In most of these countries the national economies are dependent on either fossil fuels and mineral wealth (Ecuador and Venezuela) or agricultural products and other low-tech industries. At one point Venezuela had had a diversified industrial economy but Chávez caused a meltdown of the private industrial sector and by the time of his death in 2013 it had morphed into a petrostate.

  • Illiberal treatment of opposition activists and journalists by Chávez, his successor Nicolás Maduro, Ortega and their allies has led to social unrest and friction among erstwhile supporters of their progressive policies.
  • The economic wealth redistribution policies of the members, especially in Venezuela, triggered massive capital flight and departures of first the rich citizens and then middle class professionals.
  • In order to finance their increasingly quixotic capital projects as well as the social welfare systems that satisfy their poorer voters, ALBA bloc members enter into agreements with allies that eventually become skewed to benefit the foreign investors. This includes China's loaning of $50 billion over ten years to Venezuela that have not been loaned back, as well as Nicaragua's now struggling project to create an alternative to the Panama Canal across the southern part of the country.
  • The canal project was in particular the beginning of souring the good will on a local and grassroots level for the Ortega government. This was not just among his traditional opposition but even progressives like Nicaraguan human rights activist Bianca Jagger, the wife of the Rolling Stones lead singer and a key campaigner against US intervention in Central America in the 1980s. Indigenous and peasant activists would no longer believe his pretenses of being their representative while planning to dig up their lands and transform them into a canal.

Ticking time bomb

Similar to canal, the latest fight over social security benefits, pensions, and taxes has done nothing but sustain the impression that Ortega is no longer representing the interests of Nicaragua's large rural poor (campesinos) and indigenous populations indigenous and Creole societies. Nor is he popular among the urban youth and the university students, but rather he appears to be intent on consolidating the power that he has aggregated since 2007 that was once devolved away from the presidency under Chamorro.

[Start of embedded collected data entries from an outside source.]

/**
 * The catalogue's query (GET /api/v1/catalogue, also /networks): its filters, sorting and paging as one
 * JSON Schema, mounted by the routes (validate) and described by the OpenAPI document. The same filter
 * fields are read from a bundle's or a collection's `filter` (readCatalogueFilter) and mounted by the
 * coverage map (coverage-map.schemas.ts), so every way into the catalogue checks the same rules.
 *
 * Lists (interactionType, kind, …) are given comma-separated or repeated; `weighted` takes true/false (or
 * 1/0); country and continent codes are read in any case. A range whose minimum is above its maximum, and
 * an area whose south edge is north of its north edge, are refused (they could match nothing).
 */
import { NULL_MODELS } from "@shared/network/null-models/index";
import { CATALOGUE_PAGE_SIZES } from "@shared/types/catalogue";
import { CONTINENT_CODES } from "../../lib/continents";
import type { ErrorDetail } from "../../lib/api-error";
import { readQuery, type FieldSchema, type ObjectSchema, type QueryRules, type RequestSchema } from "../../middlewares/validate";

/**
 * The null model of the catalogue's z column and z/p filters when the reader names none: fixed degrees
 * (curveball), the primary null of every kind of data, so every network with metrics has it.
 */
export const DEFAULT_CATALOGUE_NULL_MODEL = "curveball";

export const SORT_KEYS = ["accession", "title", "type", "S", "C", "Q", "z", "year", "relevance"] as const;
export type SortKey = (typeof SORT_KEYS)[number];

export const MAX_PAGE_SIZE = CATALOGUE_PAGE_SIZES[CATALOGUE_PAGE_SIZES.length - 1];

export interface Range {
  min?: number;
  max?: number;
}

/** An area in degrees (GeoJSON bbox order); `west > east` crosses the antimeridian. */
export interface BoundingBox {
  west: number;
  south: number;
  east: number;
  north: number;
}

/** The catalogue's query as the service reads it. */
export interface CatalogueQuery {
  q?: string;
  interactionType?: string[];
  kind?: string[];
  weighted?: boolean[];
  habitat?: string[];
  country?: string[];
  licence?: string[];
  /** Continent codes (AF, AN, AS, EU, NA, OC, SA), derived from the country code. */
  continent?: string[];
  year: Range;
  nodes: Range;
  connectance: Range;
  Q: Range;
  /** z and p of `nullModel` (one model for the whole column and filter). */
  z: Range;
  p: Range;
  /** Public (generalised) coordinates: latitude in degrees, elevation in metres. */
  latitude: Range;
  elevation: Range;
  bbox?: BoundingBox;
  nullModel: string;
  sort: SortKey;
  order: "asc" | "desc";
  page: number;
  pageSize: number;
}

function list(description: string, items: FieldSchema, example?: string[]): FieldSchema {
  return { type: "array", items, description: `${description} (comma-separated or repeated)`, ...(example ? { example } : {}) };
}

/** The two ends of a range: `<name>Min` and `<name>Max`. */
function range(name: string, min: string, max: string, s: FieldSchema, example?: number): Record<string, FieldSchema> {
  return { [`${name}Min`]: { ...s, description: min, ...(example !== undefined ? { example } : {}) }, [`${name}Max`]: { ...s, description: max } };
}

/** The ranges: query prefix → the CatalogueQuery key it fills. */
const RANGES = { year: "year", nodes: "nodes", connectance: "connectance", q: "Q", z: "z", p: "p", latitude: "latitude", elevation: "elevation" } as const;

const degrees = (min: number, max: number): FieldSchema => ({ type: "number", minimum: min, maximum: max });

/** The filter fields: what a bundle's or a collection's `filter` and the coverage map take. */
export const CATALOGUE_FILTER_FIELDS: Record<string, FieldSchema> = {
  q: {
    type: "string",
    maxLength: 200,
    description:
      "Full-text search over titles, descriptions, keywords, creators, localities and node names (every word must match: as whole words when some networks have them all, else as word beginnings; `meta.searchMatch` says which)",
    example: "Verrin",
  },
  interactionType: list("Interaction type(s): pollination, seed-dispersal, host-parasitoid, predator-prey, herbivory, other", { type: "string" }, ["pollination"]),
  kind: list("bipartite or unipartite", { type: "string", enum: ["bipartite", "unipartite"] }),
  weighted: list("true (weighted) or false (binary)", { type: "boolean" }),
  habitat: list("Habitat(s), as written in the metadata", { type: "string" }),
  country: list("Country code(s), ISO 3166-1 alpha-2", { type: "string", "x-case": "upper" }, ["NO"]),
  licence: list("Licence(s): CC0-1.0, CC-BY-4.0", { type: "string" }),
  continent: list("Continent code(s) AF, AN, AS, EU, NA, OC, SA, derived from the country code (countries-list: one continent per country)", { type: "string", enum: CONTINENT_CODES, "x-case": "upper" }, ["EU"]),
  ...range("year", "Sampling years overlap [yearMin, yearMax]", "See yearMin", { type: "integer", minimum: 1000, maximum: 3000 }, 2019),
  ...range("nodes", "At least this many nodes (S)", "At most this many nodes (S)", { type: "integer", minimum: 0 }),
  ...range("connectance", "Connectance at least", "Connectance at most", degrees(0, 1)),
  ...range("q", "Modularity Q at least (networks without metrics are left out)", "Modularity Q at most", { type: "number" }),
  ...range("z", "z against the null model in nullModel at least (networks without that model's z are left out)", "z at most (against nullModel)", { type: "number" }),
  ...range("p", "p against the null model in nullModel at least", "p against the null model in nullModel at most (e.g. 0.05)", degrees(0, 1)),
  ...range("latitude", "Public (generalised) latitude at least, degrees (south negative); networks without coordinates are left out", "Public latitude at most, degrees", degrees(-90, 90), 50),
  ...range("elevation", "Elevation at least, metres", "Elevation at most, metres", degrees(-500, 9000)),
  bbox: {
    type: "array",
    prefixItems: [degrees(-180, 180), degrees(-90, 90), degrees(-180, 180), degrees(-90, 90)],
    minItems: 4,
    maxItems: 4,
    "x-rule": "must be four numbers west,south,east,north in degrees (longitudes −180…180, latitudes −90…90).",
    description: "An area: west,south,east,north in degrees on the public (generalised) coordinates, edges included; west greater than east crosses the antimeridian",
    example: [-10, 50, 30, 70],
  },
  nullModel: {
    type: "string",
    enum: [...NULL_MODELS],
    default: DEFAULT_CATALOGUE_NULL_MODEL,
    description: "The null model of the z, Q_rel and p columns and of the z/p filters and z sort: one model for all rows, never a mix. Default curveball (fixed degrees), the primary null of every kind of data.",
  },
};

const SORT_FIELDS: Record<string, FieldSchema> = {
  sort: { type: "string", enum: [...SORT_KEYS], description: "Sort key (z: against nullModel); default relevance with q, else accession" },
  order: { type: "string", enum: ["asc", "desc"], description: "asc or desc (missing values always last); default desc when sorting by relevance, else asc" },
};

/** Rules across fields: a range's ends in order, an area's south edge south of its north edge. */
export const catalogueRules: QueryRules = (v, failed) => {
  const out: ErrorDetail[] = [];
  for (const name of Object.keys(RANGES)) {
    const [lo, hi] = [`${name}Min`, `${name}Max`];
    const [min, max] = [v[lo], v[hi]];
    if (typeof min === "number" && typeof max === "number" && !failed.has(lo) && !failed.has(hi) && min > max) {
      out.push({ path: lo, message: `${lo} (${min}) is greater than ${hi} (${max}): no network could match. Swap them or change one.` });
    }
  }
  const b = v.bbox;
  if (Array.isArray(b) && b.length === 4 && !failed.has("bbox") && (b[1] as number) > (b[3] as number)) {
    out.push({ path: "bbox", message: `bbox south (${String(b[1])}) is north of its north (${String(b[3])}): write west,south,east,north.` });
  }
  return out;
};

/** Filters with their sort order: a bundle's or a collection's `filter` (the bundle lists the networks in that order). */
export const catalogueFilterQuery: ObjectSchema = { type: "object", properties: { ...CATALOGUE_FILTER_FIELDS, ...SORT_FIELDS }, additionalProperties: false };

export const catalogueSchema: RequestSchema = {
  query: {
    type: "object",
    properties: {
      ...CATALOGUE_FILTER_FIELDS,
      ...SORT_FIELDS,
      page: { type: "integer", minimum: 1, default: 1, description: "Page number, from 1" },
      pageSize: { type: "integer", minimum: 1, maximum: MAX_PAGE_SIZE, default: 25, description: `Rows per page (at most ${MAX_PAGE_SIZE})` },
      format: { type: "string", enum: ["json"], description: "json, the only form of a list (one network's data is also CSV: /networks/{accession}/{version}/{position}?format=csv)" },
    },
    additionalProperties: false,
  },
  queryRules: catalogueRules,
};

/** The query validate() left (coerced, defaults filled in) as the service reads it. */
export function toCatalogueQuery(v: Record<string, unknown>): CatalogueQuery {
  const some = <T>(x: unknown): T[] | undefined => (Array.isArray(x) && x.length ? (x as T[]) : undefined);
  const num = (x: unknown) => (typeof x === "number" ? x : undefined);
  const ranges = Object.fromEntries(Object.entries(RANGES).map(([name, key]) => [key, { min: num(v[`${name}Min`]), max: num(v[`${name}Max`]) }])) as Record<(typeof RANGES)[keyof typeof RANGES], Range>;
  const q = v.q as string | undefined;
  const sort = v.sort as SortKey | undefined;
  const bbox = some<number>(v.bbox);
  return {
    q,
    interactionType: some(v.interactionType),
    kind: some(v.kind),
    weighted: some(v.weighted),
    habitat: some(v.habitat),
    country: some(v.country),
    licence: some(v.licence),
    continent: some(v.continent),
    ...ranges,
    ...(bbox ? { bbox: { west: bbox[0], south: bbox[1], east: bbox[2], north: bbox[3] } } : {}),
    nullModel: (v.nullModel as string | undefined) ?? DEFAULT_CATALOGUE_NULL_MODEL,
    sort: sort ?? (q ? "relevance" : "accession"),
    order: (v.order as "asc" | "desc" | undefined) ?? (sort === undefined && q ? "desc" : "asc"),
    page: (v.page as number | undefined) ?? 1,
    pageSize: (v.pageSize as number | undefined) ?? 25,
  };
}

/** A bundle's or a collection's filter (query parameters, or a JSON object at `pointer` in a body), checked by the same schema. */
export function readCatalogueFilter(raw: Record<string, unknown>, pointer?: string): CatalogueQuery {
  return toCatalogueQuery(readQuery(catalogueFilterQuery, raw, catalogueRules, pointer));
}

Amid a public call for peace by Pope Francis, Ortega has conceded to demands that the increased taxes and decreased benefits be cancelled. The death toll of the recent riots is at 34 people, but thanks to the intercession of several local Catholic clergymen it is possible that the riots will subside for the time being. But the crisis will also continue to go unresolved as Ortega has long lost the confidence of COSEP, the nation's largest trade union and is now dealing with the scars of a bloody street battle with youth and university students. INSS, the social security agency of the small nation, is likely to go bankrupt in the next two years.

Given the major upheaval caused by this change in a small Central American nation to social security, here in the United States perhaps we should start a more sober and free discussion concerning how to deal with our own insolvent Social Security system.